The odds that someone will manage to infiltrate without anyone figuring it out are so low that they are in fact insignificant.
Unless you have the resources of multiple militaries at your disposal, there is simply NO justification from trying to do your own helper-scripts, by yourself and then keep them for yourself. None, it’s mental illness to even attempt.
atzanteol@sh.itjust.works 1 week ago
It’s not just this site though is it? I have been seeing a proliferation of
curl | shellbullshit for some time now. Lots of sites doing it and people are posting those commands in forums, etc. telling others how easy it is to install that shiny piece of software! “But people should know better” I hear you whine, “They should read scripts before executing them.” But we all know people won’t do that. Especially not the sort of people who are arguing in favor of this practice, and certainly not the newbs these are targeted at.
HybridSarcasm@lemmy.world 1 week ago
Apples and oranges.
Package managers only install a package with defaults. These helper scripts are designed to take the user through a final config that isn’t provided by the package defaults.

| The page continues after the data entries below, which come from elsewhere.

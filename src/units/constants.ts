/** m/s, exact. Source: SI brochure, 9th ed. 2019, definition of the metre. */
export const SPEED_OF_LIGHT = 299_792_458;

/** Equatorial radius (m) and flattening. Source: NIMA TR8350.2, 3rd ed. 2000, table 3.1 (WGS84). */
export const WGS84 = { equatorialRadiusM: 6_378_137, flattening: 1 / 298.257223563 } as const;

/** Mean sidereal day in seconds of UT1. Source: Explanatory Supplement to the Astronomical Almanac, 3rd ed. 2013, ch. 3. */
export const SIDEREAL_DAY_SECONDS = 86_164.0905;

/** Rate of the Earth rotation angle, rad per second of UT1. Source: IERS Conventions (2010), TN 36, eq. 5.15. */
export const EARTH_ROTATION_RAD_PER_S = (2 * Math.PI * 1.00273781191135448) / 86_400;

/** m, exact. Source: IAU 2012 resolution B2. */
export const ASTRONOMICAL_UNIT_M = 149_597_870_700;

/** m³/s², nominal gravitational parameter of the Sun. Source: IAU 2015 resolution B3. */
export const SOLAR_GM = 1.327_124_4e20;
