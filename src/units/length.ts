import { ASTRONOMICAL_UNIT_M, SPEED_OF_LIGHT } from './constants';

export const M_PER_MM = 1e-3;
export const M_PER_KM = 1e3;

/** Path of light in a Julian year of 365.25 days, exact by definition. Source: IAU Style Manual (1989), table 7 (memory). */
export const LIGHT_YEAR_M = SPEED_OF_LIGHT * 365.25 * 86_400;

/** 648 000/π astronomical units. Source: IAU 2015 resolution B2, note 4. */
export const PARSEC_M = (ASTRONOMICAL_UNIT_M * 648_000) / Math.PI;

/** Nominal. Source: IAU 2015 resolution B3. */
export const SOLAR_RADIUS_M = 6.957e8;

/**
 * Wavelength of a frequency in vacuum.
 *
 * @param hz  frequency > 0
 * @returns metres
 * @throws RangeError if the frequency is not positive (programmer error)
 *
 * Error   rounding
 * Source  λ = c/ν
 */
export function wavelengthM(hz: number): number {
  return SPEED_OF_LIGHT / positive(hz, 'frequency');
}

/**
 * Frequency of a wavelength in vacuum.
 *
 * @param metres  wavelength > 0
 * @returns Hz
 * @throws RangeError if the wavelength is not positive (programmer error)
 *
 * Error   rounding
 * Source  ν = c/λ
 */
export function frequencyHz(metres: number): number {
  return SPEED_OF_LIGHT / positive(metres, 'wavelength');
}

function positive(value: number, what: string): number {
  if (!(value > 0 && Number.isFinite(value))) throw new RangeError(`Not a ${what}: ${value}`);
  return value;
}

No need to be elitist about such things.
atzanteol@sh.itjust.works 1 week ago
This is trivially solved by having a “setup” script that is also installed by the package manager.
frongt@lemmy.zip 1 week ago
No, package installers support configuration. Plenty of packages (e.g. postfix) prompt for configuration at install time.
splendoruranium@infosec.pub 1 week ago
Whether there’s a setup wizard doesn’t have anything to do with whether the tool comes from a package manager or not. Run “apt install ddclient”, for example, it’ll immediately guide you through all configuration steps for the program instead of just dumping a binary and some config text files in /etc/.
So that’s not the bottleneck or contradiction here. It’s just very unfortunate that setup wizards are not very popular as soon as you leave Windows and OSX ecosystems.